### Work order
Word for word, reproduce the records that follow.
____ Records supplied
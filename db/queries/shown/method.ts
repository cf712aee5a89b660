import type { Handle } from "../../client/connect";

export interface MethodVersionRow {
  number: number;
  note: string;
  from: Date;
}

/** Every method version, the newest first. */
export async function shownMethodVersions(db: Handle): Promise<MethodVersionRow[]> {
  return db("shown.method_version")
    .orderBy("number", "desc")
    .select({ number: "number", note: "note", from: "from_at" });
}

export interface ShownBudgetPartRow {
  bench: string;
  budgetVersion: number;
  microphone: string;
  microphoneDistanceMm: number;
  quantity: "level_dba" | "delta_t_k";
  name: string;
  u: number;
  unit: string;
  evaluation: "A" | "B";
  distribution: string;
  dof: number | null;
  source: string;
  kind: "own_run" | "own_mount" | "shared_offset" | "shared_gain";
}

/** Parts of every budget version that a season counts, by bench version, levels first. */
export async function shownBudgetParts(db: Handle): Promise<ShownBudgetPartRow[]> {
  return db("shown.budget_part as t")
    .join("shown.bench_version as v", "v.id", "t.bench_version_id")
    .orderBy([
      "v.bench_name",
      { column: "v.number", order: "desc" },
      { column: "t.budget_number", order: "desc" },
      { column: "t.quantity", order: "desc" },
      "t.kind",
      "t.name",
    ])
    .select({
      bench: db.raw("v.bench_name || ', version ' || v.number"),
      budgetVersion: "t.budget_number",
      microphone: "v.microphone",
      microphoneDistanceMm: "v.microphone_distance_mm",
      quantity: "t.quantity",
      name: "t.name",
      u: "t.u",
      unit: "t.unit",
      evaluation: "t.evaluation",
      distribution: "t.distribution",
      dof: "t.dof",
      source: "t.source",
      kind: "t.kind",
    });
}
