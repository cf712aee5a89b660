import type { Handle } from "../../client/connect";

export interface SeasonBenchRow {
  name: string;
  version: number;
  cooler: string;
  heatSource: string;
  temperatureSensors: string;
  microphone: string;
  calibrator: string;
  microphoneDistanceMm: number;
  from: Date;
  reason: string;
}

/** Bench versions that count in an open season, in the order in which they came. */
export async function shownSeasonBenches(db: Handle, { seasonId }: { seasonId: string }): Promise<SeasonBenchRow[]> {
  return db("shown.season_bench as s")
    .join("shown.bench_version as v", "v.id", "s.bench_version_id")
    .where("s.season_id", seasonId)
    .orderBy("s.from_at")
    .select({
      name: "v.bench_name",
      version: "v.number",
      cooler: "v.cooler",
      heatSource: "v.heat_source",
      temperatureSensors: "v.temperature_sensors",
      microphone: "v.microphone",
      calibrator: "v.calibrator",
      microphoneDistanceMm: "v.microphone_distance_mm",
      from: "s.from_at",
      reason: db.raw("coalesce(nullif(s.reason, ''), v.change_reason)"),
    });
}

export interface SeasonBaselineRow {
  slug: string;
  name: string;
  serial: string;
  from: Date;
}

/** Baseline units that count in an open season; the first is the one its ratios are to. */
export async function shownSeasonBaselines(
  db: Handle,
  { seasonId }: { seasonId: string },
): Promise<SeasonBaselineRow[]> {
  return db("shown.season_baseline as s")
    .join("shown.baseline_unit as u", "u.id", "s.baseline_unit_id")
    .join("shown.baseline as b", "b.id", "u.baseline_id")
    .where("s.season_id", seasonId)
    .orderBy(["s.from_at", "u.serial"])
    .select({ slug: "b.slug", name: "b.name", serial: "u.serial", from: "s.from_at" });
}

export interface SeasonFrameRow {
  key: string;
  outerMm: number;
  boreMm: number;
  depthMm: number;
}

export async function shownSeasonFrames(db: Handle, { seasonId }: { seasonId: string }): Promise<SeasonFrameRow[]> {
  return db("shown.season_frame")
    .where({ season_id: seasonId })
    .orderBy("key")
    .select({ key: "key", outerMm: "outer_mm", boreMm: "bore_mm", depthMm: "depth_mm" });
}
________
### Written response
filename db/queries/shown/method.ts
repository cf712aee5a89b660
import type { Handle } from "../../client/connect";

export interface MethodVersionRow {
  number: number;
  note: string;
  from: Date;
}

/** Every method version, the newest first. */
export async function shownMethodVersions(db: Handle): Promise<MethodVersionRow[]> {
  return db("shown.method_version")
    .orderBy("number", "desc")
    .select({ number: "number", note: "note", from: "from_at" });
}

export interface ShownBudgetPartRow {
  bench: string;
  budgetVersion: number;
  microphone: string;
  microphoneDistanceMm: number;
  quantity: "level_dba" | "delta_t_k";
  name: string;
  u: number;
  unit: string;
  evaluation: "A" | "B";
  distribution: string;
  dof: number | null;
  source: string;
  kind: "own_run" | "own_mount" | "shared_offset" | "shared_gain";
}

/** Parts of every budget version that a season counts, by bench version, levels first. */
export async function shownBudgetParts(db: Handle): Promise<ShownBudgetPartRow[]> {
  return db("shown.budget_part as t")
    .join("shown.bench_version as v", "v.id", "t.bench_version_id")
    .orderBy([
      "v.bench_name",
      { column: "v.number", order: "desc" },
      { column: "t.budget_number", order: "desc" },
      { column: "t.quantity", order: "desc" },
      "t.kind",
      "t.name",
    ])
    .select({
      bench: db.raw("v.bench_name || ', version ' || v.number"),
      budgetVersion: "t.budget_number",
      microphone: "v.microphone",
      microphoneDistanceMm: "v.microphone_distance_mm",
      quantity: "t.quantity",
      name: "t.name",
      u: "t.u",
      unit: "t.unit",
      evaluation: "t.evaluation",
      distribution: "t.distribution",
      dof: "t.dof",
      source: "t.source",
      kind: "t.kind",
    });
}
repository cf712aee5a89b660
import type { Handle } from "../../client/connect";

export interface SeasonBenchRow {
  name: string;
  version: number;
  cooler: string;
  heatSource: string;
  temperatureSensors: string;
  microphone: string;
  calibrator: string;
  microphoneDistanceMm: number;
  from: Date;
  reason: string;
}

/** Bench versions that count in an open season, in the order in which they came. */
export async function shownSeasonBenches(db: Handle, { seasonId }: { seasonId: string }): Promise<SeasonBenchRow[]> {
  return db("shown.season_bench as s")
    .join("shown.bench_version as v", "v.id", "s.bench_version_id")
    .where("s.season_id", seasonId)
    .orderBy("s.from_at")
    .select({
      name: "v.bench_name",
      version: "v.number",
      cooler: "v.cooler",
      heatSource: "v.heat_source",
      temperatureSensors: "v.temperature_sensors",
      microphone: "v.microphone",
      calibrator: "v.calibrator",
      microphoneDistanceMm: "v.microphone_distance_mm",
      from: "s.from_at",
      reason: db.raw("coalesce(nullif(s.reason, ''), v.change_reason)"),
    });
}

export interface SeasonBaselineRow {
  slug: string;
  name: string;
  serial: string;
  from: Date;
}

/** Baseline units that count in an open season; the first is the one its ratios are to. */
export async function shownSeasonBaselines(
  db: Handle,
  { seasonId }: { seasonId: string },
): Promise<SeasonBaselineRow[]> {
  return db("shown.season_baseline as s")
    .join("shown.baseline_unit as u", "u.id", "s.baseline_unit_id")
    .join("shown.baseline as b", "b.id", "u.baseline_id")
    .where("s.season_id", seasonId)
    .orderBy(["s.from_at", "u.serial"])
    .select({ slug: "b.slug", name: "b.name", serial: "u.serial", from: "s.from_at" });
}

export interface SeasonFrameRow {
  key: string;
  outerMm: number;
  boreMm: number;
  depthMm: number;
}

export async function shownSeasonFrames(db: Handle, { seasonId }: { seasonId: string }): Promise<SeasonFrameRow[]> {
  return db("shown.season_frame")
    .where({ season_id: seasonId })
    .orderBy("key")
    .select({ key: "key", outerMm: "outer_mm", boreMm: "bore_mm", depthMm: "depth_mm" });
}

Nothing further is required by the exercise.